And it's also on Joe Biden. The Democrats' constant invoking of bipartisanship muddles their own message in any case, particularly when the Republicans have spent decades showing their complete contempt for any "bipartisanship" that isn't Democrats completely surrendering to Republicans.

But Biden used his own experience in making deals with Republicans like Strom Thurmond a major element of his political pitch, both in the Democratic primaries, as a major selling point for his candidacy.

Promising successful bipartisanship is foolish in this environment. Because the opposition party controls whether you can fulfill that promise. And Mitch McConnell has been mocking Biden for not achieving bipartisanship as he openly declares his partisan objective is to block Biden's agenda.

Reporters and political junkies and partisan activists love immersing themselves in this stuff. But for most voters, even partisan voters, it means the Democrats are sounding a proverbial uncertain trumpet. What voters see, though is:
  • The Democrats control the Presidency and both Houses of Congress but can't pass their own legislation.
  • The Democrats control the Presidency and both Houses of Congress but can't pass their own legislation.
  • The Democrats control the Presidency and both Houses of Congress but can't pass their own legislation.
And, yes, the Republicans will use the Democrats' ineffectiveness in controlling the Presidency and both Houses of Congress but can't pass their own legislation as evidence of their weakness.

What this means is that Biden's aggressive use of Executive power and his administration of the government to achieve important aims so far as that is possible.

But it also means that for at least the next year and a half, it will be a struggle for Democrats and people on the left who would like to see the Democrats' more progressive policies advanced to parse the constructive parts of the Biden-Harris Administration.

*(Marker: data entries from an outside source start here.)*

export interface InfluenceInput {
  model: Model;
  sys: LinearSystem;
  /** the engine's factorisation: solve K X = B for nrhs columns (column-major) */
  solve: (B: Float64Array, nrhs: number) => Float64Array;
  /** the stations of member mi, as the engine's memberForces uses them */
  stations: (mi: number) => Float64Array;
  /** model indices of the members on any lane */
  laneMembers: Set<number>;
}

/** The lanes' unit-load columns: what a load on a lane member does before any result quantity is laid out. */
export interface LaneBasis {
  nUser: number;
  /** basis column of each mesh freedom (−1: none) */
  basisOf: Int32Array;
  nBasis: number;
  /** unit downward vector in global axes */
  down: [number, number, number];
  /** mesh freedom restrained (reaction there) */
  restrained: Uint8Array;
}

/** A lane basis with its solved columns: the displacement of mesh freedom g under basis column b is X[b·nEq + eq[g]] (0 when eq[g] < 0). */
export interface LaneResponse extends LaneBasis {
  X: Float64Array;
  eq: Int32Array;
  nEq: number;
}

export interface InfluenceBasis extends LaneBasis {
  /** offset of each member's station table in the full layout */
  memberOff: Int32Array;
  memberStations: Float64Array[];
  nFull: number;
  /** members whose N row is constant and stored at station 0 only */
  constantN: Uint8Array;
  /** dense quantities: full index of each, and QU (nBasis × nDense, row-major) */
  denseFull: Int32Array;
  denseOf: Int32Array;
  QU: Float64Array;
}

/**
 * `extend` (optional) is called once the lane columns are solved and returns extra stations
 * per member (m from the start node); the layout then uses the member's stations plus these.
 */
export function buildInfluenceBasis(inp: InfluenceInput, extend?: (r: LaneResponse) => Map<number, number[]>): InfluenceBasis {
  const { model, sys, laneMembers } = inp;
  const { mesh, eq, nEq, status, kgAll } = sys;
  const nUser = mesh.nUserNodes, nDofAll = mesh.nNodes * 6;
  const nMem = mesh.members.length;
  const restrained = new Uint8Array(nDofAll);
  for (let g = 0; g < nDofAll; g++) restrained[g] = status[g] === SUPPORT || status[g] === PLANE ? 1 : 0;

  // basis: free freedoms of the end nodes of lane members that a vertical load on the member
  // can load (its fixed-end forces are cubic in a, so two interior positions show the pattern)
  const basisOf = new Int32Array(nDofAll).fill(-1);
  const down: [number, number, number] = model.settings.verticalAxis === 'Y' ? [0, -1, 0] : [0, 0, -1];
  const probe = new Float64Array(12), probeG = new Float64Array(12);
  let nBasis = 0;
  for (const mi of laneMembers) {
    const m = mesh.members[mi];
    if (m.elementCount !== 1) throw new Error(`member ${m.id}: a tapered member cannot carry a moving load (it is on a lane)`);
    const used = new Uint8Array(12);
    for (const t of [0.2113, 0.7887]) {
      unitFef(sys, mi, t * m.L, 1, down, probe);
      vecToGlobal12(m.R, probe, probeG);
      for (let i = 0; i < 12; i++) if (Math.abs(probeG[i]) > 1e-12) used[i] = 1;
    }
    for (let i = 0; i < 12; i++) {
      const g = i < 6 ? m.start * 6 + i : m.end * 6 + i - 6;
      if (used[i] && eq[g] >= 0 && basisOf[g] < 0) basisOf[g] = nBasis++;
    }
  }
  // refuse before solving when the base stations alone are already too many (checked exactly below)
  const constantN = new Uint8Array(nMem);
  let baseCand = nUser * 6;
  for (let mi = 0; mi < nMem; mi++) {
    const m = mesh.members[mi];
    // a prismatic truss member carries a constant N unless a vertical load on it has an axial part
    const axialLoad = Math.abs(m.R[0] * down[0] + m.R[1] * down[1] + m.R[2] * down[2]) > 1e-12;
    if (m.truss && m.elementCount === 1 && !(laneMembers.has(mi) && axialLoad)) constantN[mi] = 1;
    baseCand += constantN[mi] ? 1 : ROWS * inp.stations(mi).length;
  }
  guardSize(nBasis, baseCand);
  // one block solve
  const B = new Float64Array(nEq * nBasis);
  for (let g = 0; g < nDofAll; g++) if (basisOf[g] >= 0) B[basisOf[g] * nEq + eq[g]] = 1;
  const X = nBasis > 0 ? inp.solve(B, nBasis) : new Float64Array(0);
  const extra = extend?.({ nUser, basisOf, nBasis, down, restrained, X, eq, nEq });

  // full layout
  const memberOff = new Int32Array(nMem + 1);
  const memberStations: Float64Array[] = [];
  let off = nUser * 12;
  for (let mi = 0; mi < nMem; mi++) {
    const add = extra?.get(mi);
    const xs = add && add.length > 0 ? withStations(inp.stations(mi), add, mesh.members[mi].L) : inp.stations(mi);
    memberStations.push(xs);
    memberOff[mi] = off;
    off += ROWS * xs.length;
  }
  memberOff[nMem] = off;
  const nFull = off;

  // candidate quantities (full indices)
  const cand: number[] = [];
  for (let i = 0; i < nUser * 6; i++) cand.push(i);
  for (const n of mesh.supportedNodes) for (let k = 0; k < 6; k++) {
    const g = n * 6 + k;
    if (restrained[g] || mesh.springs[g] !== 0) cand.push(nUser * 6 + g);
  }
  for (let mi = 0; mi < nMem; mi++) {
    if (constantN[mi]) { cand.push(memberOff[mi]); continue; }
    for (let q = memberOff[mi]; q < memberOff[mi + 1]; q++) cand.push(q);
  }
  const nCand = cand.length;
  guardSize(nBasis, nCand);
  const candVals = new Float64Array(nBasis * nCand);
  const nonZero = new Uint8Array(nCand);

  // reaction elements: those touching a supported node (plane-frame restraints elsewhere carry nothing in plane)
  const supported = new Uint8Array(mesh.nNodes);
  for (const n of mesh.supportedNodes) supported[n] = 1;
  const rxEl: number[] = [];
  for (let e = 0; e < mesh.nElements; e++) if (supported[mesh.elStart[e]] || supported[mesh.elEnd[e]]) rxEl.push(e);
  const full = new Float64Array(nFull);
  const U = new Float64Array(nDofAll);
  const kl = new Float64Array(144), ue = new Float64Array(12), ul = new Float64Array(12), f1 = new Float64Array(6);
  const klOf: Float64Array[] = [];
  for (let mi = 0; mi < nMem; mi++) klOf.push(elementLocal(mesh, mesh.members[mi].firstElement, new Float64Array(144)));
  void kl;
  for (let b = 0; b < nBasis; b++) {
    for (let g = 0; g < nDofAll; g++) U[g] = eq[g] >= 0 ? X[b * nEq + eq[g]] : 0;
    for (let i = 0; i < nUser * 6; i++) full[i] = U[i];
    // reactions
    for (let i = nUser * 6; i < nUser * 12; i++) full[i] = 0;
    for (const e of rxEl) {
      const ni = mesh.elStart[e], nj = mesh.elEnd[e];
      for (let k = 0; k < 6; k++) { ue[k] = U[ni * 6 + k]; ue[6 + k] = U[nj * 6 + k]; }
      for (let i = 0; i < 12; i++) {
        const g = i < 6 ? ni * 6 + i : nj * 6 + i - 6;
        if (!restrained[g] || g >= nUser * 6 || !supported[Math.floor(g / 6)]) continue;
        let s = 0;
        const ko = e * 144 + i * 12;
        for (let j = 0; j < 12; j++) s += kgAll[ko + j] * ue[j];
        full[nUser * 6 + g] += s;
      }
    }
    for (const n of mesh.supportedNodes) for (let k = 0; k < 6; k++) {
      const g = n * 6 + k, kk = mesh.springs[g];
      if (kk !== 0 && eq[g] >= 0) full[nUser * 6 + g] = -kk * U[g];
    }
    // members
    for (let mi = 0; mi < nMem; mi++) {
      const m = mesh.members[mi];
      const e0 = m.firstElement;
      const ni = mesh.elStart[e0], nj = mesh.elEnd[e0];
      let any = false;
      for (let k = 0; k < 6; k++) { ue[k] = U[ni * 6 + k]; ue[6 + k] = U[nj * 6 + k]; any ||= ue[k] !== 0 || ue[6 + k] !== 0; }
      const o = memberOff[mi];
      if (!any && m.elementCount === 1) {
        full.fill(0, o, memberOff[mi + 1]);
        continue;
      }
      vecToLocal12(m.R, ue, ul);
      const k12 = klOf[mi];
      for (let i = 0; i < 6; i++) {
        let s = 0;
        for (let j = 0; j < 12; j++) s += k12[i * 12 + j] * ul[j];
        f1[i] = s;
      }
      if (constantN[mi]) { full[o] = -f1[0]; continue; }
      caseStations(m, undefined, f1, memberStations[mi], full, o);
    }
    const row = b * nCand;
    for (let c = 0; c < nCand; c++) {
      const v = full[cand[c]];
      candVals[row + c] = v;
      if (v !== 0) nonZero[c] = 1;
    }
  }
  // keep the candidates with any non-zero value
  const keep: number[] = [];
  for (let c = 0; c < nCand; c++) if (nonZero[c]) keep.push(c);
  const nDense = keep.length;
  const QU = new Float64Array(nBasis * nDense);
  const denseFull = new Int32Array(nDense);
  const denseOf = new Int32Array(nFull).fill(-1);
  keep.forEach((c, d) => { denseFull[d] = cand[c]; denseOf[cand[c]] = d; });
  for (let b = 0; b < nBasis; b++) {
    const src = b * nCand, dst = b * nDense;
    for (let d = 0; d < nDense; d++) QU[dst + d] = candVals[src + keep[d]];
  }
  return { nUser, memberOff, memberStations, nFull, constantN, basisOf, nBasis, denseFull, denseOf, QU, down, restrained };
}

/**
 * The influence matrix holds every result quantity for every lane freedom: refuse plainly
 * rather than exhaust memory (4·10^7 numbers = 320 MB).
 */
function guardSize(nBasis: number, nCand: number): void {
  if (nBasis * nCand > 4e7) {
    throw new Error(`moving loads: ${nCand} result quantities × ${nBasis} lane freedoms is more than this version can hold (4·10^7 influence values); use shorter lanes or fewer frame members`);
  }
}

/** A member's stations with extra positions merged in (ascending, duplicates within 1e-9·L dropped, ends exact). */
export function withStations(xs: Float64Array, extra: readonly number[], L: number): Float64Array {
  const u = uniqueSorted([...xs, ...extra.filter((x) => x > 0 && x < L)], L * 1e-9);
  u[0] = 0;
  u[u.length - 1] = L;
  return Float64Array.from(u);
}

/** A load set of one point load P along `down` at distance a on member mi (local components). */
function pointSet(sys: LinearSystem, mi: number, a: number, P: number, down: readonly number[], ls?: LoadSet): LoadSet {
  const R = sys.mesh.members[mi].R;
  const set = ls ?? { dist: [], point: [0, 0, 0, 0], moment: [], eps: 0, grad: 0 };
  set.point[0] = a;
  set.point[1] = P * (R[0] * down[0] + R[1] * down[1] + R[2] * down[2]);
  set.point[2] = P * (R[3] * down[0] + R[4] * down[1] + R[5] * down[2]);
  set.point[3] = P * (R[6] * down[0] + R[7] * down[1] + R[8] * down[2]);
  return set;
}

/**
 * Unit-load fixed-end forces by member and position, computed once (positions rounded to
 * 1 nm, as the envelope's own cache): the scan under the axles and the envelopes stand axles
 * on the same points, and the fixed-end forces are the costly part of a unit-load effect.
 */
export class UnitFefMemo {
  private byMember = new Map<number, Map<number, Float64Array>>();
  private size = 0;
  constructor(private sys: LinearSystem, private down: readonly number[], private limit = 2e5) {}

  /** local fixed-end forces (12) of a unit load along −vertical at distance a on member mi; do not modify */
  get(mi: number, a: number): Float64Array {
    let byA = this.byMember.get(mi);
    if (!byA) { byA = new Map(); this.byMember.set(mi, byA); }
    const key = Math.round(a * 1e9);
    let f = byA.get(key);
    if (!f) {
      f = new Float64Array(12);
      unitFef(this.sys, mi, a, 1, this.down, f);
      if (this.size < this.limit) { byA.set(key, f); this.size++; }
    }
    return f;
  }
}

/** Local fixed-end forces of a load P along `down` at distance a on prismatic member mi (into out12). */
export function unitFef(sys: LinearSystem, mi: number, a: number, P: number, down: readonly number[], out12: Float64Array, ls?: LoadSet): LoadSet {
  const { mesh } = sys;
  const m = mesh.members[mi];
  const set = pointSet(sys, mi, a, P, down, ls);
  const e = m.firstElement;
  const p = mesh.elProps;
  fixedEndForces(set, m.L, { EA: p[e * 5], EIy: p[e * 5 + 1], EIz: p[e * 5 + 2], GJ: p[e * 5 + 3] }, p[e * 5 + 4], m.truss, elementReleases(mesh.elRel[e]), out12);
  return set;
}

Here's an example of the challenge.

Attorney General Merrick Garland's Justice Department is required to uphold the rule of law. This is not an essentially partisan point, because that's its job in the American legal and Constitutional system. But in the era where democracies worldwide are facing authoritarian challenges, i.e., fascist-like challenges, undermining the rule of law is a major goal of the authoritarians. So, in that sense, defending the impartial rule of law becomes itself a partisan issue.

A critical failing of the Obama Justice Department was not prosecuting obvious crimes of the Cheney-Bush Administration, particularly the torture crimes. I haven't seen explicit reporting on this. But Obama even before he took office was using his infamous look-forward-not-backward slogan to justify giving effective impunity from prosecution for the previous President and his administration. So it's a circumstantial judgment. But given the well-publicized corruption (remember Halliburton?) and various abusive conduct in the Cheney-Bush Administration, and given Obama's explicit and repeated invocation of the look-forward-not-backward formula, it's very hard to believe that Obama's Justice Department was not acting on his direction to not enforce the rule of law in those very high-profile cases. (Related: Obama admits CIA 'tortured some folks' but stands by Brennan over spying Guardian 08/01/2014)

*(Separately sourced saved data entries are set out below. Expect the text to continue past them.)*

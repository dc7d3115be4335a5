import { describe, expect, it } from 'vitest';
import { analyse } from '../../../shared/engine/index.js';
import type { AnalysisResult } from '../../../shared/engine/types.js';
import { ModelBuilder } from '../engine/builders.js';
import { maximise, maximiseSmooth } from '../../../shared/moving/axles.js';
import { addMoving, extreme, loadingIndex, simpleSpan } from './helpers.js';

// Forces under the axles (shared/moving/axles.ts): the true extremes between stations.
// Loads act along −Z (Z up); relative tolerance |a − b| ≤ rtol·|b| as stated per expectation.
const kN = 1e3;
// A three-axle vehicle of our own: A1 50 kN leading, A2 150 kN at 4.3 m, A3 150 kN at 9.1 m.
const P1 = 50 * kN, P2 = 150 * kN, P3 = 150 * kN, o2 = 4.3, o3 = 9.1;
const vehicle = [{ offset: 0, load: P1 }, { offset: o2, load: P2 }, { offset: o3, load: P3 }];

/** Path position of axle `i` for the vehicle position reported. */
function axleAt(at: { direction: 'forward' | 'backward'; lead: number }, offset: number): number {
  return at.direction === 'forward' ? at.lead - offset : at.lead + offset;
}

/** Moment at x of a simple span L under point loads (statics: R_A = Σ P(L − a)/L). */
function simpleMoment(L: number, x: number, loads: { a: number; P: number }[]): number {
  let m = 0;
  for (const { a, P } of loads) if (a >= 0 && a <= L) m += a <= x ? (P * a * (L - x)) / L : (P * x * (L - a)) / L;
  return m;
}

/** Largest moment under any axle over vehicle positions on a grid of `h` (forward travel). */
function scanUnderAxles(L: number, h: number, moment: (x: number, loads: { a: number; P: number }[]) => number): number {
  let best = -Infinity;
  for (let lead = 0; lead <= L + o3; lead += h) {
    const loads = vehicle.map((v) => ({ a: lead - v.offset, P: v.load }));
    for (const { a } of loads) if (a > 0 && a < L) best = Math.max(best, moment(a, loads));
  }
  return best;
}

function withStations(b: ModelBuilder, n: number): ModelBuilder {
  b.model.settings.stations = n;
  return b;
}

describe('moving loads: the absolute maximum under an axle, not only at stations', () => {
  it('three-axle vehicle on a 20 m simple span: the classic rule, exact to 1e-9 (the stations alone are 0.7 % low)', () => {
    const L = 20;
    // ONE member of 20 m: with 11 stations they are 2 m apart and the critical axle stands between two of them
    const { b, members } = simpleSpan(L, 1);
    const m = addMoving(withStations(b, 11), vehicle, members).build();
    const r = analyse(m);
    // Classic rule for the absolute maximum moment of a simple span under a train of
    // concentrated loads (e.g. Hibbeler, Structural Analysis, "absolute maximum moment",
    // from memory): the maximum occurs under the axle nearest the resultant when midspan
    // bisects the distance between that axle and the resultant. Here R = 350 kN acts
    // x̄ = (P2·o2 + P3·o3)/R = 5.742857 m behind A1, so the critical axle is A2 with
    // e = x̄ − o2 = 1.442857 m. Travelling towards B, A2 stands at x_c = L/2 + e/2 and the
    // resultant at L/2 − e/2; with R_B = R(L/2 − e/2)/L and A1 (4.3 m ahead of A2) between A2
    // and B: M = R_B(L − x_c) − P1·o2 = R(L/2 − e/2)²/L − P1·o2 = 1291.608 kNm.
    // All three axles are on the span then (A1 at 15.02 m, A3 at 5.92 m).
    const R = P1 + P2 + P3, xbar = (P2 * o2 + P3 * o3) / R, e = xbar - o2;
    const xc = L / 2 + e / 2;
    const exact = (R * (L / 2 - e / 2) ** 2) / L - P1 * o2;
    expect(xc + o2).toBeLessThanOrEqual(L);
    expect(xc - (o3 - o2)).toBeGreaterThanOrEqual(0);
    // cross-check of the rule (not of the program): a 1 mm scan of positions by statics never
    // exceeds it and comes within the grid's loss (R·h²/L = 1.75e-2 N·m)
    const scan = scanUnderAxles(L, 1e-3, (x, loads) => simpleMoment(L, x, loads));
    expect(scan).toBeLessThanOrEqual(exact * (1 + 1e-12));
    expect(exact - scan).toBeLessThan((R * 1e-6) / L + 1e-9 * exact);

    const ext = r.moving!.memberExtremes(0, 0).M_major.max;
    expect(Math.abs(ext.value - exact) / exact).toBeLessThan(1e-9);
    // the critical position is not a regular one (0.1 m steps, axles on nodes and stations): it was found by refinement
    expect(r.moving!.diagnostics.refined).toBeGreaterThan(0);
    // where: A2 at x_c, or at L − x_c travelling the other way (tolerance 1e-6 m: the position
    // is found by a search on values, which resolves it to ~1e-8 of the lane)
    expect([xc, L - xc].some((x) => Math.abs(ext.x - x) < 1e-6)).toBe(true);
    expect(Math.abs(axleAt(ext.at!, o2) - ext.x)).toBeLessThan(1e-6);
    expect(Math.abs(ext.at!.lead - (ext.at!.direction === 'forward' ? xc + o2 : L - xc - o2))).toBeLessThan(1e-6);

    // the design code reads stations: the envelope loading carries the value at a station at x
    const lmax = loadingIndex(r, 'LM', 'max');
    const f = r.memberForces(0, lmax);
    expect(Math.abs(f.M_major[ext.station] - exact) / exact).toBeLessThan(1e-9);
    expect(f.x[ext.station]).toBe(ext.x);
    expect(r.moving!.memberPosition(0, lmax, 'M_major', ext.station)).toEqual(ext.at);
    // what the stations alone gave (the maximum before this change): the best station is
    // midspan with A2 on it, M = R_B·L/2 − P1·o2 with R_B = R(L/2 + o2 − x̄)/L — 1282.5 kNm
    // by statics, 0.705 % below the true maximum
    const mid = Array.from(f.x).findIndex((x) => Math.abs(x - L / 2) < 1e-9);
    const atStations = ((R * (L / 2 + o2 - xbar)) / L) * (L / 2) - P1 * o2;
    expect(Math.abs(f.M_major[mid] - atStations) / atStations).toBeLessThan(1e-9);
    expect(1 - atStations / exact).toBeGreaterThan(0.007);
  });

  it('finds the same maximum whatever the step (positions refined between the regular ones)', () => {
    const L = 20;
    const R = P1 + P2 + P3, e = (P2 * o2 + P3 * o3) / R - o2;
    const exact = (R * (L / 2 - e / 2) ** 2) / L - P1 * o2; // classic rule, as above
    for (const step of [1.7, 0.37]) {
      const { b, members } = simpleSpan(L, 1);
      const r = analyse(addMoving(withStations(b, 11), vehicle, members, { step }).build());
      const ext = r.moving!.memberExtremes(0, 0).M_major.max;
      expect(Math.abs(ext.value - exact) / exact).toBeLessThan(1e-9);
    }
  });

  it('a single heavy axle governs a short span: M = P·L/4 at midspan, the other axles off the span', () => {
    const L = 4;
    // 10 stations: midspan is not one of them
    const { b, members } = simpleSpan(L, 1);
    const m = addMoving(withStations(b, 10), vehicle, members).build();
    const r = analyse(m);
    // the axles are 4.3 m and 4.8 m apart, more than the span: one axle at a time, the
    // heaviest (150 kN) at midspan gives M = P·L/4 = 150 kNm (statics)
    const exact = (P2 * L) / 4;
    const ext = r.moving!.memberExtremes(0, 0).M_major.max;
    expect(Math.abs(ext.value - exact) / exact).toBeLessThan(1e-9);
    expect(Math.abs(ext.x - L / 2)).toBeLessThan(1e-6);
    // a 150 kN axle stands there; every other axle is off the span
    const on = vehicle.map((v) => axleAt(ext.at!, v.offset)).filter((s) => s >= 0 && s <= L);
    expect(on).toHaveLength(1);
    expect([o2, o3].some((o) => Math.abs(axleAt(ext.at!, o) - L / 2) < 1e-6)).toBe(true);
    // the largest over the stations of the envelope loading is the same value (design reads it)
    const best = extreme(m, r, loadingIndex(r, 'LM', 'max'), 'M_major', 1);
    expect(Math.abs(best.value - exact) / exact).toBeLessThan(1e-9);
    // before: the stations nearest midspan (16/9 m, 20/9 m) gave P·x(L − x)/L = 148.1 kNm, 1.2 % low
    const f = r.memberForces(0, loadingIndex(r, 'LM', 'max'));
    const k = Array.from(f.x).findIndex((x) => Math.abs(x - (4 * L) / 9) < 1e-9);
    expect(Math.abs(f.M_major[k] - (P2 * (4 * L / 9) * (5 * L / 9)) / L) / exact).toBeLessThan(1e-9);
  });

  it('two-span continuous beam: the sagging maximum under an axle matches a fine scan by the three-moment equation', () => {
    const L = 8;
    const b = new ModelBuilder({ planeNormal: 'Y' })
      .node('A', 0, 0, 0).node('B', L, 0, 0).node('C', 2 * L, 0, 0)
      .support('A', 'ux uz').support('B', 'uz').support('C', 'uz')
      .member('S1', 'A', 'B').member('S2', 'B', 'C');
    const m = addMoving(withStations(b, 11), vehicle, ['S1', 'S2'], { step: 0.25 }).build();
    const r = analyse(m);
    // span 1 moment at x for loads at path positions a: simple-span moment plus (x/L)·M_B,
    // M_B = −Σ P·x'(L² − x'²)/(4L²) with x' the distance from the end support (three-moment
    // equation, M_A = M_C = 0, equal spans)
    const span1 = (x: number, loads: { a: number; P: number }[]) => {
      let MB = 0;
      for (const { a, P } of loads) {
        if (a < 0 || a > 2 * L) continue;
        const xp = a <= L ? a : 2 * L - a;
        MB -= (P * xp * (L * L - xp * xp)) / (4 * L * L);
      }
      return simpleMoment(L, x, loads) + (x / L) * MB;
    };
    let scan = -Infinity;
    for (let lead = 0; lead <= 2 * L + o3; lead += 1e-3) {
      const loads = vehicle.map((v) => ({ a: lead - v.offset, P: v.load }));
      for (const { a } of loads) if (a > 0 && a < L) scan = Math.max(scan, span1(a, loads));
    }
    const ext = r.moving!.memberExtremes(0, 0).M_major.max;
    // the program's maximum is a true value (never above the continuous optimum, which the
    // 1 mm scan approaches from below within ~R·h²/L) and at least the scan's
    expect(ext.value).toBeGreaterThanOrEqual(scan * (1 - 1e-9));
    expect(ext.value - scan).toBeLessThan(1e-6 * scan);
    // the same moment computed at that position by the closed form (tolerance 1e-9 relative)
    const loads = vehicle.map((v) => ({ a: axleAt(ext.at!, v.offset), P: v.load }));
    expect(Math.abs(span1(ext.x, loads) - ext.value) / ext.value).toBeLessThan(1e-9);
    // and it is the largest of every station of the envelope
    const f = r.memberForces(0, loadingIndex(r, 'LM', 'max'));
    for (let i = 0; i < f.x.length; i++) expect(f.M_major[i]).toBeLessThanOrEqual(ext.value * (1 + 1e-12));
  });

  it('reports each force with its x and vehicle position; deflections stay at stations', () => {
    const { b, members } = simpleSpan(20, 1);
    const m = addMoving(b, vehicle, members).build();
    const r: AnalysisResult = analyse(m);
    const ex = r.moving!.memberExtremes(0, 0);
    expect(Object.keys(ex)).toEqual(['N', 'V_major', 'V_minor', 'T', 'M_major', 'M_minor']);
    // shear of a simple span: largest with the train's heaviest end over a support, R = 350 kN
    // in total; the shear just right of A is R_A ≤ R (statics)
    expect(ex.V_major.max.value).toBeLessThanOrEqual(350 * kN * (1 + 1e-12));
    expect(ex.V_major.max.at).not.toBeNull();
    // nothing in the plane's normal direction (tolerance: 1e-9 of the vehicle's weight)
    expect(Math.abs(ex.M_minor.max.value)).toBeLessThan(1e-9 * 350 * kN);
    expect(r.moving!.diagnostics.extraStations).toBeGreaterThan(0);
  });
});

describe('one-dimensional maximisers used between vehicle positions', () => {
  it('parabolic interpolation finds the vertex of a parabola in one step (closed form t* = 0.37)', () => {
    let calls = 0;
    const f = (t: number) => { calls++; return 5 - 3 * (t - 0.37) ** 2; };
    const g = maximiseSmooth(f, [0, 1e-7, 1], [f(0), f(1e-7), f(1)], 1e-12);
    // tolerance: 1e-9 in t (the parabola's own vertex), 1e-15 relative in value
    expect(Math.abs(g.t - 0.37)).toBeLessThan(1e-9);
    expect(Math.abs(g.v - 5) / 5).toBeLessThan(1e-15);
    expect(calls).toBeLessThan(8);
  });

  it("Brent's method finds the maximum of a quartic and of a kinked function", () => {
    // f = −(t − 0.3)⁴ + 2: maximum 2 at t = 0.3 (closed form); tolerance 1e-12 in value
    expect(Math.abs(maximise((t) => 2 - (t - 0.3) ** 4, 0, 1, 1e-9).v - 2)).toBeLessThan(1e-12);
    // a roof with its ridge at t = 0.6: maximum 1 (closed form); tolerance 1e-8 (the bracket)
    const roof = maximise((t) => 1 - Math.abs(t - 0.6), 0, 1, 1e-9);
    expect(Math.abs(roof.t - 0.6)).toBeLessThan(1e-8);
  });
});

Garland's Justice Department is doing better. There have been hundreds of arrests of accused participants in the treasonous attack on the Capitol of January 6. (Although I don't believe anyone has literally been charged with treason yet.) Justice seems to be taking a normal course on those prosecutions.

And I've also seen no indication that the Justice Department is trying to impede the normal investigations of US Attorneys (who are part of the Department) from pursuing legitimate criminal investigations involving Trump's businesses.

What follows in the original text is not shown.